SELECT Most_recent_Movies_Rating.SCORE, Most_recent_Movies_Rating.TITLE
FROM Most_recent_Movies_Rating
JOIN (SELECT SCORE, TITLE as opponent from Most_recent_Movies_Rating) B
ON Most_recent_Movies_Rating.SCORE = b.SCORE
ORDER BY Most_recent_Movies_Rating.SCORE DESC

Creative SQL Query from dplyr


Most_recent_Movies_Rating.db = tbl(con, "Most_recent_Movies_Rating")

Most_recent_Movies_Rating_query <- Most_recent_Movies_Rating.db %>%
select(SCORE, TITLE, MAIN_GENRE) %>%
left_join(Most_recent_Movies_Rating.db %>% select(MAIN_GENRE, SCORE = TITLE))

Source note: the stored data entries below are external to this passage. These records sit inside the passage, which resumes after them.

/** The plan's steps run one by one from the columns: the same pass as the generated function. */
function stepLoop(plan: Omit<Plan, 'loop'>): StraightLine {
  const { members, op, a, b, c, t, t2, perYear, from, below, root, tierRank, setCount, firstRule, pending } = plan;
  return (lo, hi, years, flags, f, met, unknown, unknownMissing, out) => {
    let risk = 0;
    let matched = plan.ruleLevel.length;
    let metCount = 0, unknownCount = 0, depth = 0;
    for (let n = 0; n < op.length; n++) {
      let s: number;
      switch (op[n]) {
        case 3: // OP_FLAG
          s = flags[a[n]];
          break;
        case 4: { // OP_BELOW
          if (years < from[n] || years >= below[n]) { s = NOT_MET; break; }
          const q = a[n], threshold = t[n] + perYear[n] * years;
          s = hi[q] < threshold ? MET : lo[q] >= threshold ? NOT_MET : UNKNOWN;
          break;
        }
        case 5: { // OP_ABOVE
          if (years < from[n] || years >= below[n]) { s = NOT_MET; break; }
          const q = a[n];
          s = lo[q] > t[n] ? MET : hi[q] <= t[n] ? NOT_MET : UNKNOWN;
          break;
        }
        case 6: { // OP_AT_MOST
          if (years < from[n] || years >= below[n]) { s = NOT_MET; break; }
          const q = a[n];
          s = hi[q] <= t[n] ? MET : lo[q] > t[n] ? NOT_MET : UNKNOWN;
          break;
        }
        case 7: { // OP_EXCEEDS
          if (years < from[n] || years >= below[n]) { s = NOT_MET; break; }
          const x = a[n], y = b[n];
          s = lo[x] > hi[y] ? MET : hi[x] <= lo[y] ? NOT_MET : UNKNOWN;
          break;
        }
        case 8: { // OP_OUTSIDE
          const q = a[n];
          s = hi[q] < t[n] || lo[q] > t2[n] ? MET : lo[q] >= t[n] && hi[q] <= t2[n] ? NOT_MET : UNKNOWN;
          break;
        }
        case 9: { // OP_ANY_FLAG
          const x = flags[a[n]], y = flags[b[n]], z = flags[c[n]];
          s = x === MET || y === MET || z === MET ? MET : x === UNKNOWN || y === UNKNOWN || z === UNKNOWN ? UNKNOWN : NOT_MET;
          break;
        }
        case 10: // OP_AGE
          s = years >= from[n] && years < below[n] ? MET : NOT_MET;
          break;
        case 11: { // OP_ROOM_AIR_SPO2_BELOW
          // On oxygen the reading is not a room-air one (see compile-criteria.ts).
          const spo2 = f.spo2, roomAir = f.roomAir;
          s = roomAir === NOT_MET || spo2 >= t[n] ? NOT_MET : spo2 !== spo2 || roomAir !== MET ? UNKNOWN : MET;
          break;
        }
        case 12: { // OP_PREGNANCY_ABOVE
          const weeks = f.pregnancyWeeks;
          s = weeks === weeks ? (weeks > t[n] ? MET : NOT_MET) : f.sex === 'male' || years < 10 || years >= 60 ? NOT_MET : UNKNOWN;
          break;
        }
        case 1: // OP_FINDING
          s = (f.findings & a[n]) !== 0 ? MET : NOT_MET;
          break;
        case 2: // OP_CONSIDERATION
          s = (f.considerations & a[n]) !== 0 ? MET : NOT_MET;
          break;
        case 13: // OP_ALL
        case 14: { // OP_ANY
          // Join the last a[n] states: "all" is not met by one not met, "any" met by one met.
          const all = op[n] === 13;
          const decides = all ? NOT_MET : MET;
          s = all ? MET : NOT_MET;
          for (let k = depth - a[n]; k < depth; k++) {
            const part = pending[k];
            if (part === decides) { s = decides; break; }
            if (part === UNKNOWN) s = UNKNOWN;
          }
          depth -= a[n];
          break;
        }
        default:
          throw new Error(`unknown step ${op[n]}`);
      }
      const i = root[n];
      if (i < 0) {
        pending[depth++] = s;
      } else if (s === MET) {
        if (i < setCount && tierRank[i] > risk) risk = tierRank[i];
        if (firstRule[i] < matched) matched = firstRule[i];
        met[metCount++] = i;
      } else if (s === UNKNOWN) {
        unknownMissing[unknownCount] = members[i].missing(f);
        unknown[unknownCount++] = i;
      }
    }
    out[0] = risk; out[1] = matched; out[2] = metCount; out[3] = unknownCount;
  };
}
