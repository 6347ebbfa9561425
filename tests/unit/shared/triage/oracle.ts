// A plain three-valued reading of criterion data straight from the clinical input, written apart
// from the evaluator (no facts, no closures, no caches) so that the property tests can hold the
// evaluator to it. Each rule is the one SOURCES.md states; the section is named beside it.
import type { ClinicalInput } from '../../../../shared/schemas/clinical';
import type { Condition, Criterion, Quantity } from '../../../../shared/triage/criteria';
import { estimateHeight } from '../../../../shared/triage/growth';

export type State = 'met' | 'not met' | 'unknown';

interface Range { lo: number; hi: number }

const known = (v: number | null | undefined): Range => (v == null ? { lo: -Infinity, hi: Infinity } : { lo: v, hi: v });

/** A quantity as the range it is known to lie in (SOURCES.md §2.3). */
function range(x: ClinicalInput, q: Quantity): Range {
  const v = x.vitals ?? {};
  if (q === 'sbp') return known(v.sbp);
  if (q === 'hr') return known(v.hr);
  if (q === 'rr') return known(v.rr);
  if (q === 'heightM') return known(x.fall.heightM);
  const eye = v.gcs?.eye ?? null, verbal = v.gcs?.verbal ?? null, motor = v.gcs?.motor ?? null;
  const part = (p: number | null, max: number): Range => (p == null ? { lo: 1, hi: max } : { lo: p, hi: p });
  const e = part(eye, 4), vb = part(verbal, 5), m = part(motor, 6);
  const total = v.gcsTotal ?? null;
  if (q === 'gcsTotal') return total != null ? { lo: total, hi: total } : { lo: e.lo + vb.lo + m.lo, hi: e.hi + vb.hi + m.hi };
  if (total == null) return m;
  return { lo: Math.max(m.lo, total - e.hi - vb.hi), hi: Math.min(m.hi, total - e.lo - vb.lo) };
}

const years = (x: ClinicalInput) => Math.floor(x.ageYears);

function flag(x: ClinicalInput, name: string): State {
  const v = x.vitals ?? {};
  let value: boolean | null | undefined;
  if (name === 'anticoagulant') value = x.anticoagulant;
  else if (name === 'headImpact') {
    value = x.fall.headImpact;
    if (value == null && (x.fall.firstImpact === 'head' || x.fall.firstImpact === 'face')) value = true;
  } else value = (v as Record<string, boolean | null | undefined>)[name];
  return value == null ? 'unknown' : value ? 'met' : 'not met';
}

export function oracle(c: Condition, x: ClinicalInput): State {
  switch (c.kind) {
    case 'below': {
      const r = range(x, c.quantity), t = c.value + (c.perYearOfAge ?? 0) * years(x);
      return r.hi < t ? 'met' : r.lo >= t ? 'not met' : 'unknown';
    }
    case 'above': {
      const r = range(x, c.quantity);
      return r.lo > c.value ? 'met' : r.hi <= c.value ? 'not met' : 'unknown';
    }
    case 'at-most': {
      const r = range(x, c.quantity);
      return r.hi <= c.value ? 'met' : r.lo > c.value ? 'not met' : 'unknown';
    }
    case 'exceeds': {
      const a = range(x, c.quantity), b = range(x, c.other);
      return a.lo > b.hi ? 'met' : a.hi <= b.lo ? 'not met' : 'unknown';
    }
    case 'age': return years(x) >= (c.from ?? -Infinity) && years(x) < (c.below ?? Infinity) ? 'met' : 'not met';
    case 'flag': return flag(x, c.flag);
    case 'finding': return (x.findings ?? []).includes(c.finding) ? 'met' : 'not met';
    case 'consideration': return (x.considerations ?? []).includes(c.consideration) ? 'met' : 'not met';
    case 'room-air-spo2-below': {
      // SOURCES.md §2.4: below on oxygen is below on room air; at or above on oxygen says nothing.
      const spo2 = x.vitals?.spo2;
      if (spo2 == null) return 'unknown';
      if (spo2 < c.value) return 'met';
      return x.vitals?.spo2RoomAir === true ? 'not met' : 'unknown';
    }
    case 'fall-above-body-heights': {
      // SOURCES.md §3.4 and §4: the recorded height, else the estimate from age under 15.
      const body = x.bodyHeightCm != null ? x.bodyHeightCm / 100 : years(x) < 15 ? estimateHeight(x.ageYears, x.sex ?? null)?.metres : undefined;
      if (body == null) return 'unknown';
      return x.fall.heightM > c.times * body ? 'met' : 'not met';
    }
    case 'pregnancy-above': {
      if (x.pregnancyWeeks != null) return x.pregnancyWeeks > c.weeks ? 'met' : 'not met';
      // SOURCES.md §2.6: not asked of a patient recorded male, or outside ages 10–59.
      return x.sex === 'male' || years(x) < 10 || years(x) >= 60 ? 'not met' : 'unknown';
    }
    case 'any': {
      const states = c.of.map((p) => oracle(p, x));
      return states.includes('met') ? 'met' : states.includes('unknown') ? 'unknown' : 'not met';
    }
    case 'all': {
      const states = c.of.map((p) => oracle(p, x));
      return states.includes('not met') ? 'not met' : states.includes('unknown') ? 'unknown' : 'met';
    }
  }
}

export const criterionState = (c: Criterion, x: ClinicalInput): State => oracle(c.when, x);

Most_recent_Movies_Rating_query %>% show_query()

SQL QUERY from Dplyr


SELECT
  `Most_recent_Movies_Rating_LHS`.`SCORE` AS `SCORE`,
  `Most_recent_Movies_Rating_LHS`.`TITLE` AS `TITLE`,
  `Most_recent_Movies_Rating_LHS`.`MAIN_GENRE` AS `MAIN_GENRE`
FROM `Most_recent_Movies_Rating` AS `Most_recent_Movies_Rating_LHS`
LEFT JOIN `Most_recent_Movies_Rating` AS `Most_recent_Movies_Rating_RHS`
  ON (
    `Most_recent_Movies_Rating_LHS`.`SCORE` = `Most_recent_Movies_Rating_RHS`.`TITLE` AND
    `Most_recent_Movies_Rating_LHS`.`MAIN_GENRE` = `Most_recent_Movies_Rating_RHS`.`MAIN_GENRE`
  )
Displaying records 1 - 10
SCORE TITLE MAIN_GENRE
4.6 Orion and The Dark Comedy/Adventure
4.5 The BeeKeeper Action/Thriller
2.8 Night Swim Horror
3.5 Lift Comedy/Action
3.3 Justice League: Crisis on Infinite Earth Part One Animation
3.1 The Bricklayer Action/Thriller
3.0 Badland Hunters Action
3.8 Mean Girls Musical/Comedy
3.9 Role Play Action/Thriller
4.0 The Tiger’s Apprentice Action/Adventure

Conclusion

For this lab I took data from a survey that I conducted and inserted it in R build in SQL database. Base on the rating we can that Orion and the Dark have the highest rating followed by the BeeKeeper then The Tiger’s Apprentice.